His face bent horribly and he hunched forward. “You do believe that they’re coming back, don’t you? The Astronauts. It’s heresy if you don’t believe that.”
She began to panic. “Yes?”
He snatched the book from her and threw it into the corner, onto a pile of rags, where it sank like a fishing weight. With his other hand he pulled the cord on the tent flap, closed out the night and the glisten of dew on grass.
“No,” she said, and braced her knee in front of her body. “Stop.”
His almond eyes like unpolished metal. “No. Look.” And he took a little box from his pocket. “This too. This is the best thing. Here.”
A white paper box. Inside, sawdust. In the sawdust, a pin, black glass, jet maybe, or obsidian, liquid shiny and faceted. A black so black it was silver. He snatched it from her and rubbed it on his shirt, blew away the last shavings of wood, then needled it to her nightshirt. “Pin’s loose. It’s old,” he frowned. “But I’ll fix it.”
“Where did you get this?”
“Ma. She gave it to me when she brung you here, told me to save it. Well. I saved it two years.”
“I—” She felt numb. He called their mother Ma. The girl had never called her that. She wondered who Argento’s father had been, how he had become this. Her hand on the heavy brooch, pulling the fabric of her nightshirt down toward her nipple. “I don’t know what to do with it.”
“Don’t do nothing with it for all I care. Anyhow some loony crone would kill you for it if you ever wore it for real.” He lowered his voice. “It’s nightrock. Black amber they call it. Fuck if I know how Ma got it, maybe she stole it off the dead. Or out of some sick bastard’s house.” He touched her cheek.
“What’s it for?”
He pinched her. “You wear it when somebody dies.”
She began to cry, finally, big hot tears. “But somebody’s always dying.” In that moment, the girl felt the pain of the entire world and also her smallness in it, and it felt like: hopeless. There was another word. Endless. “I hate it here.”

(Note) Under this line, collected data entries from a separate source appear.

/** Makes the box's tiles whole (missing or changed ones generated again); returns their paths, north first. */
function ensureTiles(
  box: Box,
  world: SynthWorld,
  layout: SynthLayout,
  dir: string,
): { paths: string[]; generated: number; seconds: number } {
  const t0 = performance.now();
  mkdirSync(dir, { recursive: true });
  const manifest = join(dir, basename(MANIFEST));
  const fingerprint = generatorFingerprint(world, layout);
  const known = new Map<string, RunFile>();
  try {
    const m = JSON.parse(readFileSync(manifest, 'utf8')) as TileManifest;
    if (m.generator === fingerprint) for (const t of m.tiles) known.set(t.name, t);
  } catch {
    // absent or unreadable: every tile is made
  }
  const save = () =>
    writeFileAtomic(
      manifest,
      JSON.stringify(
        {
          about:
            'Invented terrain of the national benchmark (bench/national.ts): our own seeded generator, over open ' +
            'ocean; each tile with its size and SHA-256.',
          generator: fingerprint,
          tiles: [...known.values()].sort((a, b) => a.name.localeCompare(b.name)),
        } satisfies TileManifest,
        null,
        2,
      ) + '\n',
    );
  const paths: string[] = [];
  let generated = 0;
  const total = (box.east - box.west) * (box.north - box.south);
  for (let lat = box.north - 1; lat >= box.south; lat--) {
    for (let lon = box.west; lon < box.east; lon++) {
      const name = tileName(lon, lat);
      const path = join(dir, name);
      paths.push(path);
      const want = known.get(name);
      if (want !== undefined && existsSync(path)) {
        const bytes = readFileSync(path);
        if (bytes.byteLength === want.bytes && sha256(bytes) === want.sha256) continue;
      }
      const data = worldTile(lon, lat, world);
      writeFileAtomic(path, data);
      known.set(name, { name, bytes: data.byteLength, sha256: sha256(data) });
      save();
      generated++;
      if (process.stderr.isTTY)
        process.stderr.write(`\r  terrain: tile ${paths.length}/${total} (${name})   `);
      else if (generated % 25 === 0) process.stderr.write(`  terrain: ${paths.length}/${total} tiles\n`);
    }
  }
  if (generated > 0 && process.stderr.isTTY) process.stderr.write('\n');
  if (generated === 0) save();
  return { paths, generated, seconds: (performance.now() - t0) / 1000 };
}

// ---------------------------------------------------------------------------------------------------
// The scenario

/** mulberry32: a small seeded PRNG (the generator's own is private to it). */
function rng32(seed: number): () => number {
  let a = seed >>> 0;
  return () => {
    a = (a + 0x6d2b79f5) | 0;
    let t = Math.imul(a ^ (a >>> 15), 1 | a);
    t = (t + Math.imul(t ^ (t >>> 7), 61 | t)) ^ t;
    return ((t ^ (t >>> 14)) >>> 0) / 4294967296;
  };
}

He seemed surprised she’d said it out loud. He looked at her the way adults look at children, with pity and sweetness and compassion, but then he hardened his face and nodded gravely. “Isn’t anyone alive who wouldn’t.”
* * *
Banded blue and gold sky and no trees and stages everywhere, for the executions. There was an old sign someone had found deep in the ground, mostly rusted away, the rest so buried that it had needed to be physically dug out, which took a long while because the metal had turned to lace, it was so delicate—that was what her brother told her—a gigantic wheel with red letters. That was how they knew this place had been called Iowa. She had no idea when that had been—so long ago.
The carnival was made up of magicians and merchant Head Makers, and they set up booths and sold severed heads and polished bones and all sorts of intimidating talismans, and throughout the summer people came to the carnival country to buy their wares, to watch the executions, to trade horses, and to gamble. Always, this led to more executions. And more Heads, which was good for everyone, one and all. Her brother said so. Her mother had said they were all raving idiots.
Argento never killed people himself—at least, he never killed the people he made into Heads. He bought his Heads from the executioners, who sought out magical humans, captured them, and beheaded them onstage while uttering the standard incantations. In Argento’s carnival, the incantations sounded like, Everymanandwomanisastar! and Silverstarfantasticspeardienow!
Or sometimes the executioners didn’t behead their victims onstage, but hunted them like they’d hunted Cosmas the Uncrusher. Those Heads were harder to get and so more expensive to buy, so Argento charged triple for them. He threaded black quartz beads into burn marks on their foreheads to enhance their beauty. She’d watched him many times, outside at his workbench, squinting while he embedded the beads one by one. His tongue lolled to one side and occasionally he wiped sweat from his forehead. To embroider an entire unicursal hexagram took a day or more. The girl’s own Head, Cosmas, had a glittering forehead star, an always-open eye, lumpy like the cancers her mother used to cut from people. The thought of touching it made the girl shudder. Everything about her brother’s work revolted her, the way he made her sit by the tents while he sawed neckbones and yanked out the cervices of the spine, how he held each vertebra up to the light and inspected it, how he handed the good ones to her and made her polish them with a scratchy cloth until they were smooth, and then how he made her paint them bright black. How she had the feeling he would’ve kept her chained to the ground if he could’ve, if it had been acceptable, how he had chained her to the ground, actually—during her first weeks in the carnival—he’d chained her to the ground! Just so everybody knows, he’d said.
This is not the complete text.